Exercise 1: For the first exercise, different interpolation methods were used to explore their effects on the point trawls data. The interpolations (Kriging and IDW were tested) were used to model the abundance of rockfish in four selected years.

Exercise 2: Next, a neighborhood analysis was used to determine what the dominant seascapes were in the areas around trawls that produced high rockfish abundance (both according to the data and the interpolation) and low rockfish abundance. Buffers were set at 5, 10, and 25km distances around two trawls of each kind and seascape classes were measured as a function of % area of each buffer.

Exercise 3: Finally, a confusion matrix was calculated that measured the agreement between occurrence of the significant seascapes (as determined by exercise 2) and areas of high abundance (as determined by the interpolations in exercise 1).


Exercise 1: The interpolations produced a number of maps of varying spatial extents and with varying resolution. Methods had to be refined multiple times to procure workable results, but maps interpolating rockfish abundance for 4 distinct years were eventually created and used.
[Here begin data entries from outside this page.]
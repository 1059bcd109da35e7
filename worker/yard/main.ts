/**
 * The yard as a process: `--config FILE --server WS_URL [--rate N] [--training PORT]`. One JSON line an event on standard
 * output, `at` being app time where that is known; ends with 0 on SIGTERM and SIGINT after saving its world, with 78 on a wrong setting.
 */
import { iso, systemClock } from './clock';
import { readConfig, type YardConfig } from './config';
import { readWorld, saveWorld } from './store';
import { openTrainingDoor } from './training-door';
import { Yard, type YardLog } from './yard';

const saveEveryMs = 60_000;

const log: YardLog = (event, fields) => {
  const line = { at: iso(systemClock.wallMs()), event, ...fields };
  process.stdout.write(`${JSON.stringify(line)}\n`);
};

function config(): YardConfig {
  try {
    return readConfig(process.argv.slice(2));
  } catch (error) {
    process.stderr.write(`yard: ${error instanceof Error ? error.message : String(error)}\n`);
    process.exit(78);
  }
}

function main(): void {
  const settings = config();
  const saved = readWorld(settings.stateFile, settings.seed);
  const yard = new Yard(settings, systemClock, log, 'world' in saved ? saved.world : undefined);
  const save = (): void => {
    const world = yard.current();
    if (world === undefined) return;
    try {
      saveWorld(settings.stateFile, world);
    } catch (error) {
      // A full disk must not stop the nodes: the next start then only begins further back.
      log('world not saved', { why: error instanceof Error ? error.message : String(error) });
    }
  };
  const saveAgain = (): void => {
    systemClock.after(saveEveryMs, () => {
      save();
      saveAgain();
    });
  };
  const end = (signal: string): void => {
    save();
    yard.stop();
    log('end', { signal });
    process.exit(0);
  };
  process.once('SIGTERM', () => end('SIGTERM'));
  process.once('SIGINT', () => end('SIGINT'));
  log('start', {
    seed: settings.seed,
    rate: settings.rate,
    world: 'world' in saved ? `from ${iso(saved.world.ms)}` : saved.why,
  });
  yard.start();
  if (settings.trainingPort !== null) {
    const door = openTrainingDoor(settings.trainingPort, yard);
    // a taken port must not stop the nodes: there is only nothing to practise on then
    door.on('error', (error) => log('no door for training', { why: error.message }));
  }
  saveAgain();
}

main();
Exercise 2: The neighborhood analysis produced statistics related to the percent of each buffer area occupied by each seascape class. This information was then used to create two plots – one for areas of high abundance and one for areas of low abundance. The most important result was an understanding of which seascape classes represented areas of high rockfish abundance. The dominant seascape classes in areas of high abundance turned out to match two of the seascape classes predicted in my hypothesis: Temperate Transition (Class 7) and Subpolar (Class 12).

Exercise 3: The final exercise produced a confusion matrix that measured true positives, true negatives, false positives, and false negatives as they related to the agreement between the seascape classes and the interpolated maps. The final matrix also produced an overall agreement score (Kappa).


The confusion matrix ended up being a bit of a failure, as both the seascape information and interpolated information had to be turned into presence-absence data for the matrix to be calculated. This eliminated some of the fine-tuned resolution associated with the interpolation and ultimately led to a Kappa score that suggested less agreement than would be expected by chance. While this specific result is not important to science or managers, these methods can be refined to improve the agreement between the two sources, ultimately providing a way to statistically link physical ocean conditions and rockfish abundances in California.

For these reasons, I consider this project to be an excellent pilot study for these data – one that introduces me to the types of analyses available to researchers who work with these types of data and their strengths and shortcomings.

Learning Outcomes

Software and Statistics

This class gave me an opportunity to brush up on my Arcmap and Modelbuilder skills, which I used to be very proficient in but had lost. I’ve also had the opportunity to explore some analyses through the lenses of R and Python, though I did not end up executing any parts of my project in these programs. The most important statistical learning outcomes for me had to do with interpolation and confusion matrices. The first exercise taught me all about the different ways point data can be interpolated and the consequences that that can have for results. I was familiar with the different types of hotspot analysis available to users in ArcGIS, but was not aware of their differences. The confusion matrix introduced me to an entirely new way to connect independent modeling methods. Methodologically, I learned about the importance of recording your methods as you execute processes and about the benefits of naming files sequentially. Had I not been organized, I would have had a hard time keeping track of the different processes executed and files used during each step.